He smiled and nodded. “Up high in the mountains. Near a stream in a clearing. There’s a place to make woody songs about just plain old trees. Just cell and seed and decay.”

I winced. “And you want me to go there with you?”

“You,” said Thrombone, “and one or two others. Those who need magic that makes things, magic that you can see.”

“Are we gonna have to talk a lot?” I asked the little woodsmaster. “ ’Cause, I swear, if you talk to me much longer, every blood vessel in my head’s gonna pop.”

Bones brought his finger to his lips, winked, and turned to walk away — I followed.

It was a pleasant summer’s day. Down out of the mountains it would have been hot. But where we were was just perfect. White clouds, blue sky, and the dappled shadows of the sun winked around us as we made it down the tree-covered path that had been blazed by bear and deer and Juan Thrombone. My second sight never worked well in Bones’s presence, but my human senses were good enough on that day.

After a while we came to a small hollow. Therein we found Gerin Reed, Mackie Allitar, and Miles Barber. I thought at the time that it must have been an important moment. A gathering of men with no law but themselves. Each one of us had been exposed indirectly to blue light. Each one of us was crazy in his own way. Here and there in the surrounding woods were singing trees, the trees designed by Juan Thrombone to hide the blue music that emanated from the great bellowing sequoias and the human Blues who lived in our forest hideaway.

Mackie was pacing back and forth across the rough circle of the clearing. Gerin was crouched down, examining a line of large black ants as they followed their tiny destinies. The ex-detective was the only one of the three seated. He was applying pressure with a small twig to various points on his neck and face that Nesta had shown him to ease his constant pain.

When Juan and I entered the circle, they turned their attention to us. Juan raised his hands, and we all came together around him in a tight arc.
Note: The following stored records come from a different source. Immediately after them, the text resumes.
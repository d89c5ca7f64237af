package layout

import (
	"fmt"
	"strings"

	"github.com/paulmach/orb"
	"go.yaml.in/yaml/v3"
	"gonum.org/v1/gonum/spatial/r3"

	"arcwright/internal/geometry"
)

// coords reads a point written as a list of dims lengths, [x, y] or
// [x, y, z], m. line is where a wrong shape is reported. Each coordinate
// must be at most MaxLength from the datum.
func (d *decoder) coords(n *yaml.Node, field string, line, dims int) ([]float64, bool) {
	want := "a point [x, y]"
	if dims == 3 {
		want = "a point [x, y, z]"
	}
	items, ok := d.list(n, field, line, want)
	if !ok {
		return nil, false
	}
	if len(items) != dims {
		d.errorf(ErrWrongType, line, field, "want %s, got a list of %d", want, len(items))
		return nil, false
	}
	out := make([]float64, dims)
	good := true
	for i, it := range items {
		f := index(field, i)
		v, ok := d.length(it, f) // refuses more than MaxLength
		good = good && ok
		out[i] = v
	}
	return out, good
}

// planPoint reads [x, y], m.
func (d *decoder) planPoint(n *yaml.Node, field string, line int) (orb.Point, bool) {
	c, ok := d.coords(n, field, line, 2)
	if !ok {
		return orb.Point{}, false
	}
	return orb.Point{c[0], c[1]}, true
}

// spacePoint reads [x, y, z], m; z is the height above the floor.
func (d *decoder) spacePoint(n *yaml.Node, field string, line int) (r3.Vec, bool) {
	c, ok := d.coords(n, field, line, 3)
	if !ok {
		return r3.Vec{}, false
	}
	return r3.Vec{X: c[0], Y: c[1], Z: c[2]}, true
}

// ring reads a closed outline: a list of [x, y] points, m, the first
// repeated last, checked with geometry.CheckRing (closed, at least three
// corners, no zero-length edge, some area, no self-intersection).
func (d *decoder) ring(n *yaml.Node, field string, line int) (orb.Ring, bool) {
	const want = "a closed outline, a list of [x, y] points with the first repeated last"
	items, ok := d.list(n, field, line, want)
	if !ok {
		return nil, false
	}
	r := make(orb.Ring, 0, len(items))
	good := true
	for i, it := range items {
		p, ok := d.planPoint(it, index(field, i), it.Line)
		good = good && ok
		r = append(r, p)
	}
	if !good {
		return nil, false
	}
	if len(r) < 3 {
		d.errorf(ErrInvalid, line, field, "want at least 3 corners and the first repeated last, got %d points", len(r))
		return nil, false
	}
	if err := geometry.CheckRing(r); err != nil {
		d.add(ErrInvalid, err, line, field, strings.TrimPrefix(err.Error(), "geometry: "))
		return nil, false
	}
	return r, true
}

var (
	shapeKeys  = []string{"polygon", "circle"}
	circleKeys = []string{"centre", "radius"}
)

// footprint reads the shape of an obstacle or keep-out zone from s: exactly
// one of polygon (a closed outline) or circle ({centre: [x, y], radius}).
func (d *decoder) footprint(s *section) (geometry.Footprint, bool) {
	switch {
	case s.has("polygon") && s.has("circle"):
		d.errorf(ErrInvalid, s.keyLine("circle"), s.field("circle"), "give polygon or circle, not both")
		return geometry.Footprint{}, false
	case s.has("polygon"):
		r, ok := d.ring(s.get("polygon"), s.field("polygon"), s.keyLine("polygon"))
		if !ok {
			return geometry.Footprint{}, false
		}
		return geometry.Polygon(r), true
	case s.has("circle"):
		c := s.sub("circle", circleKeys)
		var (
			at       orb.Point
			okC, okR bool
			radius   float64
		)
		if n := c.need("centre", "the centre, [x, y]"); n != nil {
			at, okC = d.planPoint(n, c.field("centre"), c.keyLine("centre"))
		}
		if n := c.need("radius", "the radius, a length such as 0.3 m"); n != nil {
			radius, okR = d.positiveLength(n, c.field("radius"), "the radius")
		}
		if !okC || !okR {
			return geometry.Footprint{}, false
		}
		if err := geometry.CheckCircle(at, radius); err != nil {
			d.add(ErrInvalid, err, c.line, c.path, strings.TrimPrefix(err.Error(), "geometry: "))
			return geometry.Footprint{}, false
		}
		return geometry.Circle(at, radius), true
	}
	if s.isMap {
		d.errorf(ErrMissing, s.line, s.field("polygon"), "missing; want polygon (a closed outline) or circle ({centre: [x, y], radius: …})")
	}
	return geometry.Footprint{}, false
}

// nameSet checks that the names of one list are unique.
type nameSet struct {
	d    *decoder
	seen map[string]int // name → line of its first use
}

func (d *decoder) nameSet() *nameSet { return &nameSet{d: d, seen: map[string]int{}} }

// add records name, used at line by field, and reports a repeat.
func (u *nameSet) add(name string, line int, field string) {
	if first, dup := u.seen[name]; dup {
		u.d.errorf(ErrDuplicateName, line, field, "the name %q is already used at line %d", name, first)
		return
	}
	u.seen[name] = line
}

// has reports whether name was added.
func (u *nameSet) has(name string) bool { _, ok := u.seen[name]; return ok }

// list returns the names added, in no order.
func (u *nameSet) list() []string {
	out := make([]string, 0, len(u.seen))
	for n := range u.seen {
		out = append(out, n)
	}
	return out
}

// name reads the required name of a list item; what names the item
// ("obstacle") for the message. The name is added to set when set is not nil.
func (d *decoder) name(s *section, what string, set *nameSet) (string, bool) {
	n := s.need("name", fmt.Sprintf("a name for this %s", what))
	if n == nil {
		return "", false
	}
	v, ok := d.text(n, s.field("name"))
	if !ok {
		return "", false
	}
	if strings.TrimSpace(v) == "" {
		d.errorf(ErrInvalid, n.Line, s.field("name"), "want a name for this %s, got an empty text", what)
		return "", false
	}
	if !d.checkLabel(v, n.Line, s.field("name"), MaxNameLength) {
		return "", false
	}
	if set != nil {
		set.add(v, n.Line, s.field("name"))
	}
	return v, true
}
It was a kind of attention and proximity that I hadn’t felt since my days with the Close Congregation.

“You are more than you think, and we are less,” said Juan Thrombone, a bit more earnest than usual for him — maybe that’s why he stopped and giggled. “We can tote and drop, burn and build, laugh and even war — together. You will all find what you are missing and give what you have taken and save the precious seconds that you throw away on pain.

“Not you, Slender Reed,” he said to Gerin. “All I need from you is what help you can give. But for the man who hurts and the man who cries and the one who guards the doorway but has never seen the throne room. From all of you I want help, and I will give you in return space and time.”

I had no idea what he meant or which of us suffered which affliction, but I was convinced that he wanted to help me, and I wanted that help.

Bones turned abruptly and began a quick march through the thick woods. We all followed. Nobody talked. After a half an hour or so I had a pretty good idea of our destination. I didn’t know many places in the woods of Treaty, but the path to the Bellowing Trees of Earth was burned into my memory.

Sometimes at night I would lie awake listening for the rumble of the throne tree in the ground. I’d promise myself that once I heard it, I would go back to the throne and plunge my body into its depths. It would be my “Thanatopsis,” my becoming a part of the earth and sky, root and bark. And the rumble would come, but only in my sleep. When I awoke, ready to heed the bass call, there would be nothing but clicks of night insects and the rustle of the breeze through the shingles above my head.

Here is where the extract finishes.